Our paper on Generating effective models and parameters for RNA genetic circuits is out in ACS Synthetic Biology. In this paper, Chelsea developed a simplified ODE model to model the dynamics of RNA genetic circuits. These ‘effective’ models essentially course grain a lot of the biochemical details of gene expression into simple mass-action kinetics that describe the synthesis and degradation of the relevant RNAs and proteins that make up a genetic network. Such models have been used for a long time for protein-based networks, though not much work showed that they could be used for RNA circuits. Chelsea’s first task was to do just that, and surprisingly they work very well after adding a few little details that are special to the RNAs we use to make the circuits. This is great news since the simpler the equations we can use, the more intuition we can gain about further engineering of these networks.
Even though these models worked well qualitatively, that is not quite the level of quantitative detail we want for the future when we think about applying these models to forward design RNA circuitry. So the next step was to find a way to parameterize the models. Unfortunately, since RNA-only genetic circuits are still pretty new (and not found in nature), there are not a lot of parameters to draw from. So we teamed up with Jeff Varner (Chelsea’s co-advisor) to apply methods from systems biology to help us design experiments that would parameterize the model. The method we endued up using uses sensitivity analysis on the structure of the ODEs to help us design experiments that can be used to find multiple parameters at once. In this way we could find all the parameters for our model in a limited number of experiments.
To perform the experiments, we turned to our new friend – cell free transcription-translation (TX-TL) reactions. TX-TL reactions mimic the cellular environment, but can be performed in a matter of hours. We ended up finding all the parameters in the model in four experiments that could be performed on a single plate in two hours using TX-TL reactions.
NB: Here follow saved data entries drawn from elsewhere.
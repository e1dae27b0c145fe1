"""Text from data is shown literally and harms nothing: three layers, and a watch that nobody goes round them."""

from __future__ import annotations

import ast
from pathlib import Path

import pytest
from golden import screen_strips
from pty_harness import Terminal, python
from rich.segment import Segment
from rich.style import Style
from textual.app import ComposeResult
from textual.color import Color
from textual.widget import Widget

from tui.look import Look
from tui.safe import Choices, ControlGuard, Entry, SafeApp, Words, literal
from tui.widgets.answers import Answer, AnswerTable
from tui.widgets.chart import EffectChart
from tui.widgets.form import Choice, ChoiceForm
from tui.widgets.histogram import ScoreHistogram
from tui.widgets.sweep import SweepChart
from tui.widgets.table import Column, VTable

TUI = Path(__file__).resolve().parents[2] / "tui"

PAYLOADS = {
    "markup": "[bold red]x[/]",
    "broken markup": "a[/b]",
    "link": "[link=http://evil.example]y[/link]",
    "action": "[@click=app.bell]z[/]",
    "erase": "\x1b[2J",
    "clipboard": "\x1b]52;c;aGk=\x07",
    "c1": "\x9b2J",
    "bidi": "abc\u202edef",
    "hidden": "in\u200bvisible\U000e0041",
    "newline": "two\nlines\r\tand a tab",
    "surrogate": "half \ud800 char",
}
STEERS = {chr(code) for code in [*range(0x20), *range(0x7F, 0xA0)]} | set("\u202e\u200b\U000e0041\ud800")


def every_widget(words: str) -> list[Widget]:
    """Every place where text from data can appear, with this text in it."""
    from gallery import fits, means, sweep

    table = VTable(empty=words)
    table.set_rows(
        [Column(key="a", title=words), Column(key="b", title="b", align="decimal")], [(words, words)]
    )
    form = ChoiceForm()
    form.set_choices([Choice(key="k", label=words, value=words, allowed=(words, "other"), help=words)])
    answers = AnswerTable()
    answers.set_answers([Answer(name=words, estimate=1.0, low=0.5, high=1.5, note=words)])
    chart, swept, histogram = EffectChart(), SweepChart(), ScoreHistogram()
    chart.set_data(bins=means(), curve=fits(6.0), reach=15.0, label=words, score=words)
    swept.set_data(sweep=sweep(), label=words)
    swept.set_marks([(4.0, words)])
    from gallery import histogram as some_histogram

    known = some_histogram()._histogram
    assert known is not None
    histogram.set_data(histogram=known, cutoff=50.0, score=words)
    empty = EffectChart()
    empty.say(words)
    return [
        Words(words),
        Choices([("k", words)]),
        Entry(placeholder=words),
        Entry(value=words),
        table,
        form,
        answers,
        chart,
        swept,
        histogram,
        empty,
    ]


class EveryWidget(SafeApp[None]):
    ENABLE_COMMAND_PALETTE = False
    CSS = "Screen > * { height: 9 } Choices { border: none }"

    def __init__(self, words: str) -> None:
        super().__init__(look=Look())
        self._words = words

    def compose(self) -> ComposeResult:
        yield from every_widget(self._words)


@pytest.mark.parametrize("payload", PAYLOADS)
async def test_every_payload_is_harmless_in_every_widget(payload: str) -> None:
    words = PAYLOADS[payload]
    app = EveryWidget(words)
    async with app.run_test(size=(100, 120)) as pilot:
        await pilot.pause()
        strips = screen_strips(app)
        shown = [segment for strip in strips for segment in strip]
        assert not STEERS & set("".join(segment.text for segment in shown))
        assert all(segment.style is not None for segment in shown)
        assert not any(
            segment.style.link or segment.style.meta.get("@click") for segment in shown if segment.style
        )
        if words.startswith("["):
            for widget in app.screen.children:
                rows = range(widget.region.y, widget.region.bottom)
                text = "".join(strips[y].text for y in rows)
                assert words in text, f"markup is shown as it is in {widget}"


async def test_a_notice_is_literal() -> None:
    app = EveryWidget("x")
    async with app.run_test(size=(100, 12), notifications=True) as pilot:
        app.notify("a[/b] [@click=app.bell]z[/] \x1b[2J", title="[red]t[/]")
        await pilot.pause()
        await pilot.pause()
        text = "".join(segment.text for strip in screen_strips(app) for segment in strip)
        assert "a[/b] [@click=app.bell]z[/]" in text
        assert "[red]t[/]" in text
        assert not STEERS & set(text)


def test_the_guard_is_the_last_layer_and_gives_every_segment_a_style() -> None:
    segments = [Segment("ok", Style(bold=True)), Segment("\x1b[2J", None), Segment("a\u202eb", Style())]
    found = ControlGuard().apply(segments, Color(0, 0, 0))
    assert found[0] is segments[0]
    assert [segment.text for segment in found] == ["ok", "\ufffd[2J", "a\ufffdb"]
    assert all(segment.style is not None for segment in found)


def test_literal_keeps_brackets() -> None:
    assert literal("[b]x[/b]").plain == "[b]x[/b]"


def test_nothing_harmful_is_seen_on_the_wire() -> None:
    with Terminal(python("tests/tui/wire_app.py"), size=(100, 30)) as terminal:
        terminal.wait_for("local randomisation")
        terminal.settle()
        before = len(terminal.raw)
        terminal.type("n")
        terminal.wait_for("[@click=app.bell]z[/]")
        after = bytes(terminal.raw[before:])
        assert b"\x1b[2J" not in after
        assert b"\x1b]52" not in after
        assert b"\x07" not in after


@pytest.mark.parametrize("key", ["x", "k", "f"], ids=["in a key", "showing an answer", "telling a failure"])
def test_a_crash_shows_no_data(key: str) -> None:
    with Terminal(python("tests/tui/wire_app.py"), size=(100, 30)) as terminal:
        terminal.wait_for("local randomisation")
        terminal.type(key)
        terminal.settle(quiet=0.6)
        assert b"stopped because of a mistake in the program (RuntimeError)" in terminal.raw
        assert b"Alder Street" not in terminal.raw
        assert b"secret_record" not in terminal.raw
        assert b"\x1b[?1049l" in terminal.raw, "the terminal is given back"


# ---- nobody goes round the layers -----------------------------------------------------------------------------

RAW = {
    "Button", "Checkbox", "Collapsible", "DataTable", "Digits", "DirectoryTree", "Input", "Label", "Link", "ListItem",
    "ListView", "Log", "Markdown", "MarkdownViewer", "MaskedInput", "OptionList", "Pretty", "RadioButton", "RadioSet", "RichLog",
    "Select", "SelectionList", "Static", "Switch", "TabPane", "TabbedContent", "Tabs", "TextArea", "Toast", "Tree",
}  # fmt: skip


def raw_uses(source: str) -> list[str]:
    """What a module builds from the toolkit's raw classes, or writes where markup is read."""
    found = []
    for node in ast.walk(ast.parse(source)):
        if isinstance(node, ast.Call):
            name = node.func.id if isinstance(node.func, ast.Name) else getattr(node.func, "attr", "")
            if name in RAW:
                found.append(f"line {node.lineno}: {name}(...)")
            if name == "from_markup" and not (node.args and isinstance(node.args[0], ast.Constant)):
                found.append(f"line {node.lineno}: markup from something that is not written out")
            if any(
                word.arg == "markup" and getattr(word.value, "value", None) is not False
                for word in node.keywords
            ):
                found.append(f"line {node.lineno}: markup switched on")
        if isinstance(node, ast.ClassDef):
            found += [
                f"line {node.lineno}: a kind of {b.id}"
                for b in node.bases
                if isinstance(b, ast.Name) and b.id in RAW
            ]
        if isinstance(node, ast.Assign):
            for target in node.targets:
                if getattr(target, "attr", "") in ("border_title", "border_subtitle", "tooltip"):
                    found.append(f"line {node.lineno}: {target.attr} reads markup")  # type: ignore[attr-defined]
    return found


def test_the_watch_sees_what_it_should() -> None:
    assert raw_uses("Static('x')") == ["line 1: Static(...)"]
    assert raw_uses("widgets.Label(name)")
    assert raw_uses("class A(OptionList): pass")
    assert raw_uses("self.border_title = name")
    assert raw_uses("Content.from_markup(name)")
    assert raw_uses("self.notify('x', markup=True)")
    assert not raw_uses("Content.from_markup('[b]$x[/b]', x=name)")
    assert not raw_uses("Words(name)")


@pytest.mark.parametrize("path", sorted(TUI.rglob("*.py")), ids=lambda path: str(path.relative_to(TUI)))
def test_no_raw_widgets(path: Path) -> None:
    if path == TUI / "safe.py":
        return
    assert raw_uses(path.read_text(encoding="utf-8")) == [], "build it with the constructors of tui.safe"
What a good deal! We also went on to show that these experiments can actually tell you something about the TX-TL system you are using: by getting parameters from multiple batches of TX-TL you can see which parameters change, and it turns out that we think these changes have to do with the concentrations of the different molecules in the batches.
Overall we are very excited about this work. It’s our first step towards building a set of modeling tools that can be used to forward design RNA circuits. We also think the parameterization method is pretty powerful and could be used to parameterize all sorts of ‘parts’ for synthetic biology. To help everyone get started we put up our code on GitHub. Happy modeling/forking!